A insatisfação ou a frustração dos licenciandos em relação ao curso é outro ponto de convergência nas declarações de formadores e formandos, mas as explicações para tais frustrações ou decepções são bem diferentes. As professoras apontam os problemas estruturais da universidade e as questões pessoais dos licenciandos como as principais causas dessa insatisfação. Já os licenciandos apontam principalmente como razão de suas frustrações questões ligadas ao ensino, como por exemplo, o desinteresse ou falta de compromisso de

alguns professores, a qualificação inadequada ou insuficiente de parte dos professores, metodologias de ensino ultrapassadas, o não cumprimento da carga horária das disciplinas, muitas discussões teóricas e poucas atividades práticas, entre outras razões.

Os problemas estruturais são citados pelos licenciandos, porém, com incidência muito menor do que os que estão diretamente relacionados com as atividades pedagógicas. Os dados revelaram que as representações e concepções de formadores e licenciandos a respeito da profissão docente não são muito diferentes, mas, no que diz respeito às necessidades que devem ser atendidas na formação inicial de professores, as divergências são bem claras. Enquanto as professoras estão preocupadas em proporcionar (por meio de leituras, debates e discussões) uma compreensão mais ampla dos fatores socioeconômicos, políticos e culturais que perpassam o processo de ensino e de aprendizagem, os licenciandos sentem necessidade de vivenciar situações concretas de exercício profissional, ou seja, eles se ressentem de não possuir um saber experiencial – comentado anteriormente – capaz de articular recursos intelectuais, sociais, éticos, morais e afetivos.

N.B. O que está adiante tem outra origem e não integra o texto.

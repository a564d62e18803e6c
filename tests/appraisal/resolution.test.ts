import { describe, expect, it } from 'vitest';
import { comparePrecursors } from '../../src/appraisal/comparison.js';
import { quantiles, weightedHistogram, weightedQuantile } from '../../src/appraisal/histogram.js';
import { worstRegions } from '../../src/appraisal/regions.js';
import { appraiseResolution, summariseResolution } from '../../src/appraisal/resolution.js';
import {
  appraiseWalls,
  frictionFromWallLaw,
  frictionVelocity,
  heightForYPlus,
  precursorDepth,
  skinFriction,
  wallVerdict,
} from '../../src/appraisal/walls.js';
import { InputError } from '../../src/basis/errors.js';
import { brickMesh, planes } from './brick.js';

const filled = (n: number, value: number): Float64Array => new Float64Array(n).fill(value);

describe('resolution', () => {
  // By hand: k = 1 m2/s2 and epsilon = 5 m2/s3 give L = 0.2 m. Cells of 20 mm: GridRatio 10, share 0.775 (marginal);
  // of 40 mm: 5, 0.645; of 100 mm: 2, 0.38 (too coarse); of 16.7 mm: 12, 0.80 (resolves).
  it.each([
    [0.02, 10, 0.775, 'marginal'],
    [0.1, 2, 0.38, 'too coarse'],
    [0.2 / 13, 13, 0.81, 'resolves'],
    [0.039, 5.13, 0.65, 'marginal'],
  ] as const)('of cells of %d m agrees with a hand calculation', (width, ratio, share, verdict) => {
    const input = { volumes: filled(4, width ** 3), k: filled(4, 1), epsilon: filled(4, 5) };
    const fields = appraiseResolution(input);
    const summary = summariseResolution(input, fields);
    expect(fields.integralLength[2]).toBeCloseTo(0.2, 12);
    expect(fields.gridRatio[1]).toBeCloseTo(ratio, 2);
    expect(Math.abs((fields.share[0] as number) - share)).toBeLessThan(0.006);
    expect(summary.verdict).toBe(verdict);
    // 80 % needs L / CellWidth = 11.97: 16.7 mm, whatever the mesh has.
    expect(Math.abs((fields.wantedWidth[0] as number) / (0.2 / 11.97) - 1)).toBeLessThan(0.005);
    expect(Math.abs(summary.impliedCells / ((4 * width ** 3) / (0.2 / 11.97) ** 3) - 1)).toBeLessThan(0.015);
    expect(summary.words).toContain('mm');
  });

  it('finds Taylor and Kolmogorov lengths of the grid turbulence of Comte-Bellot & Corrsin (1971)', () => {
    // tU0/M = 42: lambda = 4.84 mm, eta = 0.29 mm (their table 4; eta from epsilon and nu).
    const input = { volumes: filled(1, 1e-9), k: filled(1, 1.5 * 0.222 ** 2), epsilon: filled(1, 0.474), nu: 1.5e-5 };
    const fields = appraiseResolution(input);
    expect(Math.abs((fields.taylorLength![0] as number) / 4.84e-3 - 1)).toBeLessThan(0.02);
    expect(Math.abs((fields.kolmogorovLength![0] as number) / 0.29e-3 - 1)).toBeLessThan(0.01);
    const summary = summariseResolution(input, fields);
    expect(summary.meanWidthOverKolmogorov).toBeCloseTo(1e-3 / (fields.kolmogorovLength![0] as number), 9);
    // 1 mm is 3.4 eta: nearly everything is carried.
    expect(fields.share[0]).toBeGreaterThan(0.95);
  });

  it('leaves quiet cells out and keeps their width', () => {
    const input = {
      volumes: filled(3, 1e-6),
      k: Float64Array.from([1, 1e-5, 0]),
      epsilon: Float64Array.from([5, 5, 0]),
    };
    const fields = appraiseResolution(input);
    expect([...fields.quiet]).toEqual([0, 1, 1]);
    expect(fields.gridRatio[1]).toBeNaN();
    expect(fields.wantedWidth[2]).toBeCloseTo(0.01, 12);
    const summary = summariseResolution(input, fields);
    expect(summary.quietVolume).toBeCloseTo(2 / 3, 12);
    expect(summary.ratioFrom10 + summary.ratio5to10 + summary.ratioBelow5).toBeCloseTo(1, 12);
    const none = { volumes: filled(2, 1), k: filled(2, 0), epsilon: filled(2, 0) };
    expect(summariseResolution(none, appraiseResolution(none)).verdict).toBe('quiet');
  });

  it('takes the viscous sublayer for quiet, not for a place that asks for ever smaller cells', () => {
    // Channel of Re_tau 547 (Hoyas & Jimenez 2006), wall units over half height: y+ 5: k+ 1.94, eps+ .146, L+ 18.5, L / eta
    // 11.4; y+ 1 (k ~ y^2, eps+ .2): k+ .08, L+ .11; y+ 50: 3.53, .0467, L+ 142, L / eta 66.
    const input = {
      volumes: filled(3, 1000),
      k: Float64Array.from([0.08, 1.94, 3.53]),
      epsilon: Float64Array.from([0.2, 0.146, 0.0467]),
      nu: 1,
    };
    const fields = appraiseResolution(input);
    expect([...fields.quiet]).toEqual([1, 0, 0]);
    expect(fields.wantedWidth[0]).toBeCloseTo(10, 9);
    expect((fields.integralLength[2] as number) / (fields.kolmogorovLength![2] as number)).toBeCloseTo(66, 0);
    const { nu: _nu, ...inviscid } = input;
    expect([...appraiseResolution(inviscid).quiet]).toEqual([1, 0, 0]);
  });

  it('refuses negative and infinite input by cell', () => {
    const input = { volumes: filled(2, 1), k: Float64Array.from([1, -1]), epsilon: filled(2, 1) };
    expect(() => appraiseResolution(input)).toThrow(InputError);
    expect(() => appraiseResolution(input)).toThrow('cell 1');
    expect(() => appraiseResolution({ ...input, k: filled(2, 1), wantedShare: 1 })).toThrow('between 0 and 1');
  });

  it('names the coarse end of a graded mesh as the worst box', () => {
    const xs = [...planes(0, 0.6, 60), ...planes(0.6, 1.2, 8).slice(1)];
    const { geometry } = brickMesh(xs, planes(0, 0.2, 10), planes(0, 0.2, 10));
    const n = geometry.cellVolumes.length;
    const input = { volumes: geometry.cellVolumes, k: filled(n, 1), epsilon: filled(n, 5) };
    const fields = appraiseResolution(input);
    const regions = worstRegions(input, fields, geometry.cellCentroids, 3);
    expect(regions[0]!.low[0]).toBeGreaterThan(0.55);
    expect(regions[0]!.summary.meanWidth).toBeGreaterThan(0.02);
    expect(regions[0]!.deficitShare).toBeGreaterThanOrEqual(regions[1]!.deficitShare);
    const whole = worstRegions(input, fields, geometry.cellCentroids, 100);
    expect(whole.reduce((sum, r) => sum + r.deficitShare, 0)).toBeGreaterThan(0.9);
    expect(whole.every((r) => r.summary.verdict !== 'resolves')).toBe(true);
  });

  it('compares two precursors', () => {
    const one = { volumes: filled(2, 8e-6), k: filled(2, 1), epsilon: filled(2, 5) };
    const two = { volumes: filled(2, 8e-6), k: filled(2, 0.5), epsilon: filled(2, 5) };
    const both = [one, two].map((input) => {
      const fields = appraiseResolution(input);
      return { input, fields, summary: summariseResolution(input, fields) };
    });
    const comparison = comparePrecursors(both[0]!, both[1]!);
    // L goes with k^1.5: 0.354; cells with its inverse cube: 22.6.
    expect(comparison.lengthRatio).toBeCloseTo(0.5 ** 1.5, 9);
    expect(Math.abs(comparison.impliedCellsRatio / 0.5 ** -4.5 - 1)).toBeLessThan(1e-9);
    expect(comparison.smallerVolume).toBe(1);
    expect(comparison.words).toContain('22.6 times more cells');
  });
});

describe('histograms', () => {
  it('weigh, bin and count what lies outside', () => {
    const histogram = weightedHistogram(
      Float64Array.from([0.5, 1.5, 1.6, 9, -1, Number.NaN]),
      Float64Array.from([1, 2, 3, 4, 5, 5]),
      { bins: 2, range: [0, 2] },
    );
    expect([...histogram.shares]).toEqual([0.05, 0.25]);
    expect([histogram.above, histogram.below, histogram.missing]).toEqual([0.2, 0.25, 0.25]);
    const log = weightedHistogram(Float64Array.from([1, 10, 100]), undefined, { bins: 2, scale: 'log' });
    expect(log.edges[1]).toBeCloseTo(10, 9);
    expect(quantiles(Float64Array.from([3, 1, 2, 4]), [0.5, 1])).toEqual([2, 4]);
    expect(weightedQuantile(Float64Array.from([3, 1, 2]), Float64Array.from([1, 1, 8]), 0.5)).toBe(2);
  });
});

describe('walls', () => {
  it('take y+ from skin-friction correlations', () => {
    // Flat plate, U = 10 m/s, x = 1 m, nu = 1.5e-5: Re = 6.67e5, Cf = 0.026 Re^(-1/7) = 0.003824, u_tau = 0.4373 m/s;
    // y+ = 1 at 34.3 um.
    const coefficient = skinFriction.flatPlate(1e1 / 1.5e-5);
    expect(coefficient).toBeCloseTo(0.003824, 5);
    const friction = frictionVelocity(10, coefficient);
    expect(friction).toBeCloseTo(0.4373, 3);
    expect(heightForYPlus(1, 1.5e-5, friction)).toBeCloseTo(34.3e-6, 7);
    // Dean against the channel of Moser, Kim & Mansour 1999 (Re_m = 13764: Cf 0.00650): 3.6 to 4.3 % high.
    expect(skinFriction.channel(13764) / 0.0065).toBeGreaterThan(1.03);
    expect(skinFriction.channel(13764) / 0.0065).toBeLessThan(1.045);
    // Blasius at Re = 1e4: 0.0079.
    expect(skinFriction.pipe(1e4)).toBeCloseTo(0.0079, 4);
  });

  it.each([
    [1, 1.0],
    [5, 4.832],
    [30, 13.528],
    [100, 16.544],
    [300, 19.627],
  ])('recover u_tau from U+ at y+ = %d of the channel of Moser, Kim & Mansour (1999)', (yPlus, uPlus) => {
    // u_tau = 1, nu = 1: distance y+, speed U+. Spalding's formula itself is 3 % off the data around y+ = 30.
    expect(Math.abs(frictionFromWallLaw(uPlus, yPlus, 1) - 1)).toBeLessThan(0.035);
  });

  it('know y+ and spacings of a channel mesh', () => {
    // Re_tau 590: u_tau = 1, nu = 1/590, half height 1; first cell centre at y+ = 1.18, cells 59 along x, 29.5 along z.
    const ys = [0, 0.004, 0.01, 0.02, 0.05, 0.2, 1, 2];
    const { mesh, geometry } = brickMesh(planes(0, 1, 10), ys, planes(0, 0.5, 10));
    const nu = 1 / 590;
    const velocity = new Float64Array(3 * mesh.cellCount);
    for (let i = 0; i < mesh.cellCount; i++) velocity[3 * i] = (geometry.cellCentroids[3 * i + 1] as number) / nu;
    const faces: number[] = [];
    for (let f = mesh.innerFaceCount; f < mesh.faceCount; f++) {
      if (geometry.faceCentroids[3 * f + 1] === 0) faces.push(f);
    }
    const walls = appraiseWalls(mesh, geometry, Int32Array.from(faces), velocity, nu);
    expect(walls.yPlus.length).toBe(100);
    // A coarser precursor that has no values below y+ = 20 and is interpolated to zero from there: read at that depth,
    // u_tau comes out right (U+ = 12.03 at y+ = 20, same data), read in the first cell it is far too small.
    const coarse = velocity.slice();
    for (let i = 0; i < mesh.cellCount; i++) {
      const plus = (geometry.cellCentroids[3 * i + 1] as number) / nu;
      coarse[3 * i] = plus < 20 ? (plus * 12.03) / 20 : 2.44 * Math.log(plus) + 4.72;
    }
    const onWall = Int32Array.from(faces);
    expect(appraiseWalls(mesh, geometry, onWall, coarse, nu).frictionSpeed[7]).toBeLessThan(0.8);
    const depth = precursorDepth(
      geometry,
      onWall,
      Float64Array.from([0.5, 0, 0.2, 0.5, 20 * nu, 0.2, 0.5, 0.4, 0.2]),
      Float64Array.from([0, 0, 0, 12, 0, 0, 17, 0, 0]),
      [0, 2],
    );
    expect(depth).toBeCloseTo(20 * nu, 12);
    const read = appraiseWalls(mesh, geometry, onWall, coarse, nu, depth);
    expect(Math.abs((read.frictionSpeed[7] as number) - 1)).toBeLessThan(0.04);
    expect(Math.abs((read.yPlus[7] as number) / 1.18 - 1)).toBeLessThan(0.04);
    expect(Math.abs((walls.yPlus[7] as number) / 1.18 - 1)).toBeLessThan(0.01);
    expect(Math.abs((walls.alongPlus[7] as number) / 59 - 1)).toBeLessThan(0.01);
    expect(Math.abs((walls.acrossPlus[7] as number) / 29.5 - 1)).toBeLessThan(0.01);
    expect(wallVerdict(1.18, 59, 29.5)).toContain('wall-resolved');
    expect(wallVerdict(80, 400, 400)).toContain('wall model');
    const still = appraiseWalls(mesh, geometry, Int32Array.from(faces), new Float64Array(3 * mesh.cellCount), nu);
    expect(still.yPlus[0]).toBe(0);
  });
});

Esse ressentimento dos graduandos é bastante compreensível quando se considera que as competências profissionais são construídas a partir de uma prática, de uma experiência na qual o indivíduo se confronta com situações reais e precisa tomar decisões coerentes e eficientes. Entende-se que este confronto requisitado pelos licenciandos possa ser preparado por meio de mecanismos de formação que favoreçam a tomada de consciência e a transformação das representações sobre o ensino e a aprendizagem, e que já são bastante utilizados nos cursos de formação de professores, como por exemplo, a escrita clínica, a videoformação, os casos de ensino, entre outros. Este tipo de mecanismo ou atividade de formação não foi mencionado pelas formadoras, muito embora a questão da reflexividade como fonte de conhecimento para uma ação mais eficiente tenha permeado as declarações de todas as entrevistadas.

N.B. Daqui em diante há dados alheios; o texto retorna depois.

"""Shows at their cap whose samples go wrong before the final stage, with the guard in step."""

from __future__ import annotations

from collections.abc import Callable
from dataclasses import dataclass, field, replace
from typing import Any

import numpy as np
from numpy.typing import NDArray
from scipy.signal import hilbert
from support.directsum import Slab, absorption_np_m
from support.pressure import Hung
from support.rigs import analytic_tone, grid, make_show

from beamctl.engine.chain import Chain
from beamctl.engine.renderer import Renderer
from beamctl.guard.field import Field
from beamctl.guard.watch import Watch
from beamctl.host.offline import play_through
from beamctl.host.stepped import Stepped, ring_n
from beamctl.show.limits import Guard
from beamctl.show.records import Record
from beamctl.show.rig import Rig
from beamctl.show.sheet import Sheet
from beamctl.show.show import Show

RATE_HZ = 96_000
LATE_S = 0.004  # by which a grant comes after the step that it is for is whole: as live
QUANTUM = 256
CAP_DB = 78.0  # so low that ten times the drive of a show at its cap is still below full scale
COLUMNS, ROWS, PITCH_M, CELL_M = 8, 2, 0.007, 0.006
FEEDS = COLUMNS * ROWS
AIR_CELSIUS, AIR_PCT = 20.0, 50.0
FAR_M, NEAR_M = (1.1, 4.9, -0.5), (-0.59, 2.33, -0.265)

F32 = NDArray[np.float32]


# -- shows ---------------------------------------------------------------------------------------


def make(law: str, panels: int = 1, seats: dict[str, tuple[float, float, float]] | None = None,
         rate_hz: int = RATE_HZ, aims: tuple[str, ...] = ("far", "far"), cap_db: float = CAP_DB) -> Show:
    """Measured, signed panels "p0", "p1" with a beam each; cue 1 starts both at their seats."""
    seats = seats or {"far": FAR_M, "near": NEAR_M}
    spec = {
        "at_m": (0.0, 0.0, 0.0), "grid": {"columns": COLUMNS, "rows": ROWS, "pitch_mm": 1e3 * PITCH_M},
        "volts_at_full_scale": 5.0, "max_volts": 5.0, "level_db_30cm_10v": 115.0,
        "cell_mm": 1e3 * CELL_M, "resonance_hz": 40e3, "q": 1e-3, "measured": "m.csv",
    }
    rig = {f"p{n}": spec | {"at_m": (0.8 * n, 0.0, 0.0), "first_feed": 1 + n * FEEDS} for n in range(panels)}
    acts = [
        {"beam": f"b{n}", "sound": "programme", "loop": True, "law": law, "depth": 0.7,
         "trim_db": -22.0, "over_s": 0.02, "point_m": seats[aims[n]]}
        for n in range(panels)
    ]
    blocks = {
        name: {"class": "seats", "first_m": at_m, "rows": (name,), "row_step_m": (0.0, 1.0, 0.0),
               "seats": 1, "seat_step_m": (0.5, 0.0, 0.0)}
        for name, at_m in seats.items()
    }
    bare = make_show(("b0",), [], house={"block": blocks}, rate_hz=rate_hz, sounds=("programme",))
    signed = {"by": "a venue", "on": "2026-01-01", "digest": "seal"}
    sheet = {"format": 1, "title": "t", "beam": {f"b{n}": {"panel": f"p{n}"} for n in range(panels)},
             "cue": [{"ref": "1", "title": "t", "act": acts}]}
    return replace(
        bare, seal="seal",
        rig=Rig.model_validate({"format": 1, "rate_hz": rate_hz, "panel": rig}),
        sheet=Sheet.model_validate(sheet),
        guard=Guard.model_validate({"format": 1, "seats_db": cap_db, "signed": signed}),
        cells={name: grid(COLUMNS, ROWS, PITCH_M) for name in rig},
    )


def hung(show: Show) -> list[Hung]:
    """The show's panels for the direct sums."""
    pa_m = 20e-6 * 10.0 ** (115.0 / 20.0) * 0.3 * 0.5
    pa_m *= np.exp(0.3 * absorption_np_m(40e3, AIR_CELSIUS, AIR_PCT))
    return [
        Hung(Slab(p.at_m, 0.0, 0.0, COLUMNS, ROWS, PITCH_M, 40e3, CELL_M, pa_m), p.first_feed - 1)
        for p in show.rig.panel.values()
    ]


# -- programmes ----------------------------------------------------------------------------------


def steady(seconds: float, rate_hz: int) -> F32:
    """A tone of 1 kHz."""
    return analytic_tone(1_000.0, seconds, rate_hz)


def bursts(seconds: float, rate_hz: int) -> F32:
    """Invented noise between 300 and 3000 Hz in bursts of a tenth to a third of a second."""
    rng = np.random.default_rng(3)
    n = round(seconds * rate_hz / 2)
    hz = np.fft.rfftfreq(n, 2.0 / rate_hz)
    lines = rng.normal(size=(2, len(hz))) * ((hz > 300) & (hz < 3000)) / np.maximum(hz, 300)
    noise = np.fft.irfft(lines[0] + 1j * lines[1], n)
    shape, at = np.zeros(n), 0
    while at < n:
        loud, pause = (round(s * rate_hz / 2) for s in (rng.uniform(0.1, 0.35), rng.uniform(0.05, 0.4)))
        edge = np.hanning(round(0.02 * rate_hz))
        window = np.ones(loud)
        half = len(edge) // 2
        window[:half], window[-half:] = edge[:half], edge[-half:]
        shape[at : at + loud] = window[: n - at] * rng.uniform(0.5, 1.0)
        at += loud + pause
    turns = hilbert(noise * shape)
    turns /= np.abs(turns).max()
    return np.stack((turns.real, turns.imag), axis=1).astype(np.float32)


PROGRAMMES: dict[str, Callable[[float, int], F32]] = {"steady": steady, "bursts": bursts}


# -- tapes ---------------------------------------------------------------------------------------


def records_of(show: Show, seconds: float) -> list[Record]:
    """What the player says for cue 1 at the first sample."""
    return list(play_through(show, [(0, "1")], round(seconds * show.rig.rate_hz)))


def tape_of(show: Show, programme: F32, seconds: float) -> F32:
    """Samples (n, channels) as the renderer gives them to the final stage."""
    renderer = Renderer(show, {name: {"programme": programme} for name in show.rig.panel})
    for record in records_of(show, seconds):
        renderer.put(record)
    tape = np.zeros((round(seconds * show.rig.rate_hz), show.channels), np.float32)
    renderer.render(tape)
    return tape


def headroom_db(show: Show, shared: Field, tape: F32) -> float:
    """What the guard's own figure leaves to the cap at a tape's worst, if all of it left."""
    watch = Watch(show, ring_n(show), shared)
    least = np.inf
    for first in range(0, len(tape) - watch.step_n + 1, watch.step_n):
        watch.take(tape[first : first + watch.step_n])
        watch.left(np.ones(len(show.rig.panel)))
        found = watch.headroom_db()
        least = min(least, np.inf if found is None else found)
    return least


class Tape:
    """Stands where the renderer stands: samples that are ready, gone wrong from somewhere on."""

    def __init__(self, samples: F32) -> None:
        self.samples, self.position = samples, 0

    def put(self, record: Record) -> None:
        """It is all on the tape."""

    def render(self, out: F32) -> None:
        """The next of it; silence after its end."""
        piece = self.samples[self.position : self.position + len(out)]
        out[: len(piece)], out[len(piece) :] = piece, 0.0
        self.position += len(out)


@dataclass
class Told:
    """What a run sent, and what the guard said at each of its steps."""

    out: F32
    stepped: Stepped
    held_db: dict[str, list[float]] = field(default_factory=dict)
    headroom_db: list[float] = field(default_factory=list)
    states: list[str] = field(default_factory=list)

    def began(self, step_s: float, panel: str) -> int:
        """How often a hold of a panel began, if it is over after a second without."""
        count, ago_s = 0, np.inf
        for db in self.held_db[panel]:
            count += db > 0.0 and ago_s > 1.0
            ago_s = 0.0 if db > 0.0 else ago_s + step_s
        return count


def run(show: Show, shared: Field, tape: F32, late_s: float = LATE_S) -> Told:
    """Send a tape through ring and final stage under the guard, in a device's quanta."""
    stepped = Stepped(show, Watch(show, ring_n(show), shared))
    told = Told(np.zeros_like(tape), stepped, {name: [] for name in show.rig.panel})

    def tap(first: int, block: F32) -> None:
        before = len(stepped.watch._under_way)
        stepped.tap(first, block)
        if len(stepped.watch._under_way) > before:
            held = stepped.watch.held_db()
            for name, row in told.held_db.items():
                row.append(held.get(name, 0.0))
            told.headroom_db.append(stepped.watch.headroom_db() or np.inf)
            told.states.append(stepped.watch.state)

    ahead = ring_n(show) - round(late_s * show.rig.rate_hz)
    chain = Chain(show, {name: {} for name in show.rig.panel}, 0, ahead, tap)
    chain.renderer = Tape(tape)  # type: ignore[assignment]
    stepped.watch_over(chain)
    for record in records_of(show, len(tape) / show.rig.rate_hz):
        chain.put(record)
    for first in range(0, len(tape), QUANTUM):
        chain.render(told.out[first : first + QUANTUM])
        stepped.settle()
    return told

As declarações dos licenciandos permitem que se conclua que a formação para o magistério tem se efetivado muito mais pelas influências da prática educativa à qual são submetidos do que pela conscientização da educação como prática social que está permeada de valores e de intenções. A lógica disciplinar, ainda dominante nos cursos de licenciatura, fortalece procedimentos tradicionais que perpetuam a transmissão de conhecimentos em detrimento da construção de saberes. Esta é uma das razões pelas quais é necessário trabalhar as representações que se tem da profissão docente, no sentido de identificar as imagens e expectativas sobre a formação e o exercício da profissão, de maneira que estas possam ser

redefinidas, transformadas, principalmente no que concerne ao saber-fazer e saber-ser professor.